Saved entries
==*==
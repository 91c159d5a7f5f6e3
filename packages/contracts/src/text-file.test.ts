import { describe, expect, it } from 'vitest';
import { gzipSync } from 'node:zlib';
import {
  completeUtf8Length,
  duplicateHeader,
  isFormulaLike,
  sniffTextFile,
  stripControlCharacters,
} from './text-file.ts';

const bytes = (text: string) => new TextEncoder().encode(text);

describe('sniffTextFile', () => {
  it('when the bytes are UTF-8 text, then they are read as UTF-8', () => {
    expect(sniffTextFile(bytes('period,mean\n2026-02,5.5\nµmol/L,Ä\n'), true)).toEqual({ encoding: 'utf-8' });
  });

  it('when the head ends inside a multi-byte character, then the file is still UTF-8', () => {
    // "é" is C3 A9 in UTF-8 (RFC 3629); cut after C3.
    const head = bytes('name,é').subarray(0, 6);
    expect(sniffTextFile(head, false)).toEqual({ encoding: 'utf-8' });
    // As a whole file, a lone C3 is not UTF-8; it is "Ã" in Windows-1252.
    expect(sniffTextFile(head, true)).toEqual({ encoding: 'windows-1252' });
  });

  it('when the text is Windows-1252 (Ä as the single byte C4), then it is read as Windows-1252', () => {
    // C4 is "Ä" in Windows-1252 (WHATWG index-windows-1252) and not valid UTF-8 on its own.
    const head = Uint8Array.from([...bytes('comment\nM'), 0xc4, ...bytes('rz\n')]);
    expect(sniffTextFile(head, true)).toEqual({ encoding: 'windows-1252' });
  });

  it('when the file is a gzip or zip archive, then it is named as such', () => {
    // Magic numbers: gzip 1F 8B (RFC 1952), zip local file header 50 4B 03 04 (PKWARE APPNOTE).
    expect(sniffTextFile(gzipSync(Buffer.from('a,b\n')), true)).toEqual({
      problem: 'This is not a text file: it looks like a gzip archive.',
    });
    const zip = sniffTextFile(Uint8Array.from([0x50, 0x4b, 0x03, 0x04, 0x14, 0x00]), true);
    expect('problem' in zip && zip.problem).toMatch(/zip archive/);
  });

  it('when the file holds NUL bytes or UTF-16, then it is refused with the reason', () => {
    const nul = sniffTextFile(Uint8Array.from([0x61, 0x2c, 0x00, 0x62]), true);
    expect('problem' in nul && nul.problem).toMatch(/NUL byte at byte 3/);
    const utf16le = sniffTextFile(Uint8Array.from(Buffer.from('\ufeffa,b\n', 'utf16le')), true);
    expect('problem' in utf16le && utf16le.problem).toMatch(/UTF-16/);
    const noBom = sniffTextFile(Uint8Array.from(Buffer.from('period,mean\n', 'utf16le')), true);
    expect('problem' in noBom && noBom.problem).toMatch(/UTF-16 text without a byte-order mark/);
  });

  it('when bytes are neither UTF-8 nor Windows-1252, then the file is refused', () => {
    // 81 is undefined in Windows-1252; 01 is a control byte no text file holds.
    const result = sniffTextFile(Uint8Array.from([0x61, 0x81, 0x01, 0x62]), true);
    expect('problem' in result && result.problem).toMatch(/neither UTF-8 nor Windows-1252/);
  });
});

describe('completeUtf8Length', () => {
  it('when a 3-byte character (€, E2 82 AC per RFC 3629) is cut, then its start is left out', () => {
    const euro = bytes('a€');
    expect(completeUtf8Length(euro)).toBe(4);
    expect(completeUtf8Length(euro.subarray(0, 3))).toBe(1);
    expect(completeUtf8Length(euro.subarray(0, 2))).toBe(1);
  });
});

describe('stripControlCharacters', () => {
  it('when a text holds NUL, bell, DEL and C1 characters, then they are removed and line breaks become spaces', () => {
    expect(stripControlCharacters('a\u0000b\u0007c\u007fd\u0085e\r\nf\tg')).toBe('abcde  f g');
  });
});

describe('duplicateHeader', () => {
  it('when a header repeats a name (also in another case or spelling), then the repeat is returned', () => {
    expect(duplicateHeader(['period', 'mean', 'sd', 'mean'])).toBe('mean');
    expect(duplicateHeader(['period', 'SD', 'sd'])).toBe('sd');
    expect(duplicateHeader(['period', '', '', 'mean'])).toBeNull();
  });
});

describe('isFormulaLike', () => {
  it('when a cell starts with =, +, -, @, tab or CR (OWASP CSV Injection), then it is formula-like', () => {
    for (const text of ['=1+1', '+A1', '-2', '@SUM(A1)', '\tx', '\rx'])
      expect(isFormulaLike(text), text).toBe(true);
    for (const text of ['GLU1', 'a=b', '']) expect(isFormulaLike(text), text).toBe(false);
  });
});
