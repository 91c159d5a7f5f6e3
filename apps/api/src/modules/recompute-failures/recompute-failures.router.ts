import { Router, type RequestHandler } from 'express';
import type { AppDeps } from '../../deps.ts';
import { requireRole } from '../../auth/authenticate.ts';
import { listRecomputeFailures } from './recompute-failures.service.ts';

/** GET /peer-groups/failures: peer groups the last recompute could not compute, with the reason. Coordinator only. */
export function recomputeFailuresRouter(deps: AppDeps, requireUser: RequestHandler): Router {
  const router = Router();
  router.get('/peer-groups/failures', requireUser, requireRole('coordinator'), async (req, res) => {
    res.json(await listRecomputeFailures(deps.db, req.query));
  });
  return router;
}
==*==
The task
Exactly the lines from the one containing "requireUser, requireRole('coordinator'), async" through the last line of the records are to be transcribed, both endpoints included.

Exercise output
  router.get('/peer-groups/failures', requireUser, requireRole('coordinator'), async (req, res) => {
    res.json(await listRecomputeFailures(deps.db, req.query));
  });
  return router;
}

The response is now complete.